Friday, January 7, 2011
Making a home.
I have never been your Betty Crocker type of girl; I have always been your cocktail kind of girl. I have never thought of myself in a little house with a wrap around porch and a white picket fence. I have found my own personal white picket fence.
I find myself in the kitchen cooking away often. I have looked up more reciepes in the last month than in a lifetime. Not to mention I have enjoyed every moment of it. I cooked prime rib the other night so well that it could have come straight from the kitchen of some talented person. I found a piece of peace while rubbing down the prime-rib with salt and herbs. I was warmed by watching my family eat a meal that did not come from a box. I went to bed happy that I had provided a service to my family. Brought them together around a table for dinner. I found a sense of pride for being able to make dinner with out setting the house on fire.
I have been suffering from homebody syndrome as of lately. I feel completely content to work on my many projects happening around our home. I am sure part of this has to do with my melencoly feeling that has been trying to creep into my days. I am slowly mourning my friend and as always when one goes I tend to mourn them all. When you live a life where cancer is a large part of it. You seem to begin to have lots of friends who have cancer. So you can imagine when most of your friends have cancer you lose a few along the road. Most of the loses I have seen have come far to young; all of them have carried amazing stories of living to the grave. All of them have taught me about myself about love, nurturing, and about moments. People who are dying know how to experience moments; everyone should know how. (it feels wonderful to experience)
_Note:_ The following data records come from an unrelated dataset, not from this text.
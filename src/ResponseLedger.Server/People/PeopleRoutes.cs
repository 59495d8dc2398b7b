using System.Security.Claims;
using System.Text.Json.Nodes;
using FluentValidation;
using Microsoft.AspNetCore.Http.HttpResults;
using Microsoft.EntityFrameworkCore;
using Npgsql;
using ResponseLedger.Server.Devices;
using ResponseLedger.Server.Http;
using ResponseLedger.Store;
using ResponseLedger.Store.Acts;
using ResponseLedger.Store.Model;

namespace ResponseLedger.Server.People;

/// <summary>People and their roles, for managers; auditors see them.</summary>
internal static class PeopleRoutes
{
    public static void Map(IEndpointRouteBuilder api)
    {
        var people = api.MapGroup("/people").WithTags("People");
        people.MapGet("", ListAsync).RequireAuthorization(Policies.Oversee)
            .WithName("ListPeople").WithSummary("Everybody who has an account, in the order in which they were made.")
            .ProducesProblem(StatusCodes.Status422UnprocessableEntity);
        people.MapPost("", CreateAsync).Validated<NewPerson>().RequireAuthorization(Policies.Manage)
            .WithName("CreatePerson").WithSummary("Makes an account. Without a password a one-time password is made and told in this answer alone.")
            .ProducesProblem(StatusCodes.Status409Conflict);
        people.MapPatch("/{id:guid}", ChangeAsync).Validated<PersonChange>().RequireAuthorization(Policies.Manage)
            .WithName("ChangePerson").WithSummary("Changes name or roles, disables, or resets the password to a one-time password; sessions of the person follow within a minute.")
            .ProducesProblem(StatusCodes.Status404NotFound).ProducesProblem(StatusCodes.Status409Conflict);
    }

    internal sealed record NewPerson(string? Email, string? Name, string? Password, IReadOnlyList<string>? Roles);

    internal sealed record PersonChange(string? Name, IReadOnlyList<string>? Roles, bool? Disabled, bool? ResetPassword);

    /// <summary>A person. Roles are those granted; a manager holds operator, engineer and quality with them.</summary>
    internal sealed record PersonShown(
        Guid Id, string Email, string Name, IReadOnlyList<string> Roles, bool Disabled, bool MustChangePassword, DateTimeOffset CreatedAt)
    {
        /// <summary>Told once, by the request that made it.</summary>
        public string? OneTimePassword { get; init; }
    }

    internal sealed class NewPersonValidator : AbstractValidator<NewPerson>
    {
        public NewPersonValidator()
        {
            RuleFor(r => r.Email).IsName(Accounts.LongestEmail).EmailAddress().WithMessage("This is no e-mail address.");

            // It is printed beside signatures.
            RuleFor(r => r.Name).IsName(Accounts.LongestName);
            RuleFor(r => r.Roles).Must(AreKnown).WithMessage(KnownRoles);
        }
    }

    internal sealed class PersonChangeValidator : AbstractValidator<PersonChange>
    {
        public PersonChangeValidator()
        {
            RuleFor(r => r.Name).IsName(Accounts.LongestName).When(r => r.Name is not null);
            RuleFor(r => r.Roles).Must(AreKnown).WithMessage(KnownRoles);
        }
    }

    private static string KnownRoles => $"Roles are {string.Join(", ", Roles.All)}.";

    private static bool AreKnown(IReadOnlyList<string>? roles) => roles is null || roles.All(Roles.All.Contains);

    private static async Task<Page<PersonShown>> ListAsync(ResponseLedgerContext db, string? cursor, int? limit, CancellationToken cancellationToken)
    {
        var take = Paging.Limit(limit);
        var after = Paging.Key<string>(cursor) is { } key ? Guid.TryParse(key, out var id) ? id : throw new RefusedException(new FieldRefused("cursor", "This cursor was not given by this list.")) : Guid.Empty;
        var rows = await Shown(db, db.Users.AsNoTracking().Where(p => p.Id > after).OrderBy(p => p.Id).Take(take + 1)).ToListAsync(cancellationToken);
        return Paging.Cut(rows, take, row => row, row => row.Id.ToString());
    }

    private static async Task<Created<PersonShown>> CreateAsync(
        NewPerson request, ClaimsPrincipal user, ActRunner acts, Accounts accounts, CancellationToken cancellationToken)
    {
        var oneTime = string.IsNullOrEmpty(request.Password) ? Accounts.OneTimePassword() : null;
        string[] roles = [.. (request.Roles ?? []).Distinct().Order(StringComparer.Ordinal)];
        Person person;
        try
        {
            person = await acts.RunAsync(
                CurrentActor.Of(user),
                (act, ct) => accounts.CreateAsync(act, request.Email!.Trim(), request.Name!.Trim(), oneTime ?? request.Password!, oneTime is not null, roles, ct),
                cancellationToken);
        }
        catch (DbUpdateException race) when (race.InnerException is PostgresException { SqlState: PostgresErrorCodes.UniqueViolation })
        {
            throw new RefusedException(new EmailTaken());
        }

        var shown = new PersonShown(person.Id, person.Email!, person.DisplayName, roles, false, person.MustChangePassword, person.CreatedAt) { OneTimePassword = oneTime };
        return TypedResults.Created($"/api/people/{person.Id}", shown);
    }

    private static async Task<Ok<PersonShown>> ChangeAsync(
        Guid id, PersonChange request, ClaimsPrincipal user, ActRunner acts, Accounts accounts, CancellationToken cancellationToken)
    {
        var oneTime = request.ResetPassword == true ? Accounts.OneTimePassword() : null;
        try
        {
            var shown = await acts.RunAsync(CurrentActor.Of(user), (act, ct) => ApplyAsync(act, id, request, oneTime, accounts, ct), cancellationToken);
            return TypedResults.Ok(shown with { OneTimePassword = oneTime });
        }
        catch (NothingToChange unchanged)
        {
            // An entry that tells of no change would be noise in the ledger.
            return TypedResults.Ok(unchanged.Person);
        }
    }

    private static async Task<PersonShown> ApplyAsync(
        Act act, Guid id, PersonChange request, string? oneTime, Accounts accounts, CancellationToken ct)
    {
        await Accounts.TakeTurnAsync(act, ct);
        var person = await act.Db.Users.SingleOrDefaultAsync(p => p.Id == id, ct) ?? throw new RefusedException(new NothingThere("person"));
        var detail = new JsonObject();
        if (request.Name?.Trim() is { } name && name != person.DisplayName)
        {
            detail["name"] = new JsonObject { ["old"] = person.DisplayName, ["new"] = name };
            person.DisplayName = name;
        }

        if (request.Roles is { } wanted)
            await ChangeRolesAsync(act, person, [.. wanted.Distinct()], detail, ct);
        if (request.Disabled is { } disable && disable != (person.LockoutEnd == Accounts.Disabled))
        {
            detail["disabled"] = new JsonObject { ["old"] = !disable, ["new"] = disable };
            person.LockoutEnd = disable ? Accounts.Disabled : null;
            person.AccessFailedCount = 0;
            Accounts.EndSessions(person);
        }

        if (oneTime is not null)
        {
            detail["password"] = "reset";
            accounts.SetPassword(person, oneTime, mustChange: true);
        }

        if (detail.Count == 0)
            throw new NothingToChange(await Shown(act.Db, act.Db.Users.Where(p => p.Id == id)).SingleAsync(ct));
        act.Record("person.changed", new JsonObject { ["personId"] = id.ToString(), ["email"] = person.Email }, detail);
        await act.Db.SaveChangesAsync(ct);
        await Accounts.RequireManagerAsync(act.Db, ct);
        return await Shown(act.Db, act.Db.Users.Where(p => p.Id == id)).SingleAsync(ct);
    }

    private sealed class NothingToChange(PersonShown person) : Exception
    {
        public PersonShown Person { get; } = person;
    }

    private static async Task ChangeRolesAsync(Act act, Person person, string[] wanted, JsonObject detail, CancellationToken cancellationToken)
    {
        var granted = await act.Db.UserRoles.Where(r => r.UserId == person.Id)
            .Join(act.Db.Roles, r => r.RoleId, role => role.Id, (r, role) => new { Grant = r, role.Name })
            .ToListAsync(cancellationToken);
        var old = granted.Select(g => g.Name!).ToArray();
        if (old.ToHashSet().SetEquals(wanted))
            return;

        detail["roles"] = new JsonObject { ["old"] = Accounts.Words(old), ["new"] = Accounts.Words(wanted) };
        act.Db.UserRoles.RemoveRange(granted.Where(g => !wanted.Contains(g.Name)).Select(g => g.Grant));
        await Accounts.GrantAsync(act.Db, person.Id, [.. wanted.Except(old)], cancellationToken);

        // The stamp ends sessions that still carry the old roles.
        Accounts.EndSessions(person);
    }

    private static IQueryable<PersonShown> Shown(ResponseLedgerContext db, IQueryable<Person> people)
        => people.Select(p => new PersonShown(
            p.Id,
            p.Email!,
            p.DisplayName,
            db.UserRoles.Where(r => r.UserId == p.Id).Join(db.Roles, r => r.RoleId, role => role.Id, (r, role) => role.Name!).OrderBy(n => n).ToList(),
            p.LockoutEnd == Accounts.Disabled,
            p.MustChangePassword,
            p.CreatedAt));
}
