namespace ResponseLedger.Engine.Sweeps;

/// <summary>A phase step over 120 degrees between neighbouring points: the points may lie too far apart to count turns.</summary>
/// <param name="FromHz">Frequency of the point before the step.</param>
/// <param name="ToHz">Frequency of the point after it.</param>
/// <param name="StepDeg">The step as unwrapped, in [-180, 180] degrees.</param>
public readonly record struct SuspectStep(double FromHz, double ToHz, double StepDeg);

/// <summary>Adds whole turns so that no step exceeds 180 degrees; the first point that has a phase lands in (-180, 180].</summary>
internal static class Unwrapping
{
    internal const double SuspectStepDeg = 120;

    /// <summary>The same angle in (-180, 180].</summary>
    internal static double Wrap(double angleDeg)
    {
        double wrapped = Math.IEEERemainder(angleDeg, 360);
        return wrapped == -180 ? 180 : wrapped;
    }

    /// <summary>Unwraps in place; NaN points stay absent and the turns are carried over them. Gives the suspect steps.</summary>
    /// <param name="frequencyHz">Frequencies, for the suspect steps and the nominal delay.</param>
    /// <param name="phaseDeg">Phase in degrees, any branch.</param>
    /// <param name="nominalDelaySeconds">A delay that is taken out before counting turns and put back after.</param>
    internal static SuspectStep[] Unwrap(ReadOnlySpan<double> frequencyHz, Span<double> phaseDeg, double nominalDelaySeconds = 0)
    {
        List<SuspectStep>? suspects = null;
        int previous = -1;
        double previousFlatDeg = 0;
        double turns = 0;
        for (int i = 0; i < phaseDeg.Length; i++)
        {
            double raw = phaseDeg[i];
            if (double.IsNaN(raw))
                continue;
            double flat = raw + 360 * frequencyHz[i] * nominalDelaySeconds;
            if (previous < 0)
            {
                turns = Math.Round((Wrap(raw) - raw) / 360);
            }
            else
            {
                double step = flat - previousFlatDeg;
                double whole = WholeTurns(step);
                turns -= whole;
                step -= 360 * whole;
                if (Math.Abs(step) > SuspectStepDeg)
                    (suspects ??= []).Add(new SuspectStep(frequencyHz[previous], frequencyHz[i], step));
            }

            phaseDeg[i] = raw + 360 * turns;
            previous = i;
            previousFlatDeg = flat;
        }

        return suspects?.ToArray() ?? [];
    }

    /// <summary>The fewest whole turns whose removal leaves a step of at most 180 degrees; a step of exactly 180 keeps its sign.</summary>
    private static double WholeTurns(double stepDeg)
        => stepDeg > 0 ? Math.Ceiling((stepDeg - 180) / 360) : Math.Floor((stepDeg + 180) / 360);
}
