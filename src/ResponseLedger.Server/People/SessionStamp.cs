using Microsoft.AspNetCore.Authentication.Cookies;
using Microsoft.AspNetCore.Identity;
using Microsoft.Extensions.Options;
using ResponseLedger.Store.Model;

namespace ResponseLedger.Server.People;

/// <summary>Asks the store, once an interval and before every act, whether a session's account still stands as it did when the session began. The framework's own check also ends sessions of schemes that this server does not have, and fails at it.</summary>
internal sealed class SessionStamp(IOptions<SecurityStampValidatorOptions> options, SignInManager<Person> signIn, ILoggerFactory loggers)
    : SecurityStampValidator<Person>(options, signIn, loggers)
{
    public override async Task ValidateAsync(CookieValidatePrincipalContext context)
    {
        var isDue = context.Properties.IssuedUtc is not { } issued || TimeProvider.GetUtcNow() - issued > Options.ValidationInterval;

        // Reading may lag behind for the interval; what changes something may not, or a manager who was one could make themselves one again.
        if (!isDue && HttpMethods.IsGet(context.Request.Method))
            return;

        if (await VerifySecurityStamp(context.Principal) is not { } person)
            context.RejectPrincipal();
        else if (isDue)
            await SecurityStampVerified(person, context);
    }
}
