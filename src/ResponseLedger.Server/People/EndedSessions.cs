using System.Collections.Concurrent;
using Microsoft.AspNetCore.Authentication.Cookies;
using Microsoft.AspNetCore.Identity;

namespace ResponseLedger.Server.People;

/// <summary>Sessions that were signed out before their time: their cookie, should somebody have kept a copy, is worth nothing on this server.</summary>
internal sealed class EndedSessions(TimeProvider time)
{
    /// <summary>The name under which a session's id stands in its ticket.</summary>
    public const string IdProperty = "session";

    private readonly ConcurrentDictionary<string, DateTimeOffset> ended = new();

    /// <summary>Ends a session.</summary>
    public void End(string id)
    {
        var now = time.GetUtcNow();
        foreach (var (old, until) in ended)
        {
            if (until < now)
                ended.TryRemove(old, out _);
        }

        ended[id] = now + PeopleServices.SessionLength;
    }

    /// <summary>Refuses the cookie of an ended session; for others asks the store once a minute whether the account still stands as it did.</summary>
    public static Task ValidateAsync(CookieValidatePrincipalContext context)
    {
        var sessions = context.HttpContext.RequestServices.GetRequiredService<EndedSessions>();
        if (!context.Properties.Items.TryGetValue(IdProperty, out var id) || id is null || sessions.ended.ContainsKey(id))
        {
            context.RejectPrincipal();
            return Task.CompletedTask;
        }

        return SecurityStampValidator.ValidatePrincipalAsync(context);
    }
}
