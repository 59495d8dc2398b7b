using System.Security.Claims;
using ResponseLedger.Server.Http;

namespace ResponseLedger.Server.People;

/// <summary>Asks a signed-in person for the password again, as a signature needs it (21 CFR 11.200).</summary>
internal sealed class PasswordAsked(PasswordCheck check)
{
    /// <summary>Goes on if the password is the signed-in person's; a wrong one counts against the account.</summary>
    /// <exception cref="RefusedException">422 with <c>errors.password</c>: it is wrong, or the account is locked for a while.</exception>
    public async Task CheckAsync(ClaimsPrincipal principal, string? password, CancellationToken cancellationToken = default)
    {
        if (CurrentActor.TokenId(principal) is not null)
            throw new RefusedException(new NotAllowed("A bench token does not sign."));
        if (string.IsNullOrEmpty(password))
            throw new RefusedException(new FieldRefused("password", "Give your password again."));

        var person = Guid.Parse(principal.FindFirstValue(ClaimTypes.NameIdentifier)!);
        var finding = await check.CheckAsync(person, password, cancellationToken);
        if (finding == PasswordFinding.Wrong)
            throw new RefusedException(new FieldRefused("password", $"This is not your password. After {PasswordCheck.FailuresToLock} wrong ones the account is locked for {PasswordCheck.LockLength.TotalMinutes:0} minutes."));
        if (finding == PasswordFinding.Locked)
            throw new RefusedException(new FieldRefused("password", $"The account is locked after {PasswordCheck.FailuresToLock} wrong passwords. Wait {PasswordCheck.LockLength.TotalMinutes:0} minutes."));
    }
}
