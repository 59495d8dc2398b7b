using System.Security.Claims;
using Microsoft.AspNetCore.Identity;
using Microsoft.Extensions.Options;
using ResponseLedger.Store.Model;

namespace ResponseLedger.Server.People;

/// <summary>What a session says of its person: the printed name, as it stands beside signatures, the e-mail, the granted roles, and whether the password is due to be changed.</summary>
internal sealed class PersonClaims(UserManager<Person> people, RoleManager<IdentityRole<Guid>> roles, IOptions<IdentityOptions> options)
    : UserClaimsPrincipalFactory<Person, IdentityRole<Guid>>(people, roles, options)
{
    /// <summary>Claim type: "true" while the password must be changed before anything else.</summary>
    public const string MustChangePassword = "responseledger:mustChangePassword";

    protected override async Task<ClaimsIdentity> GenerateClaimsAsync(Person user)
    {
        var identity = await base.GenerateClaimsAsync(user);
        foreach (var name in identity.FindAll(ClaimTypes.Name).ToArray())
            identity.RemoveClaim(name);
        identity.AddClaim(new Claim(ClaimTypes.Name, user.DisplayName));
        if (user.MustChangePassword)
            identity.AddClaim(new Claim(MustChangePassword, "true"));
        return identity;
    }
}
I am watching Sean put together a shelf system to lay in the girls closet to organize their toys. He always looks amazing while he is working on anything. Concentrating and making ajustments. He may be the only man that is sexy in a flannel and torn jeans. It is in these moments when I don't know if he should be sexy that I feel the need to grab him. These are the moments when I look forward to crawling into bed and being held until the morning comes.
Have you ever heard old people speak of love? The generation that was married within thirty day and never got divorced? Have you ever talked of the moment they knew? I have spent lots of time with the older generation talking about courting; they always say the same thing. "I knew within days that I was going to be with that person forever. I committed to it and never let it go" None of them say it came with out hardships but, they all say they had known many before that moment and never picked until they found "it". Most of them were still in love up until the grave and after. I am lucky to have someone that makes me feel like forever should be a very long time.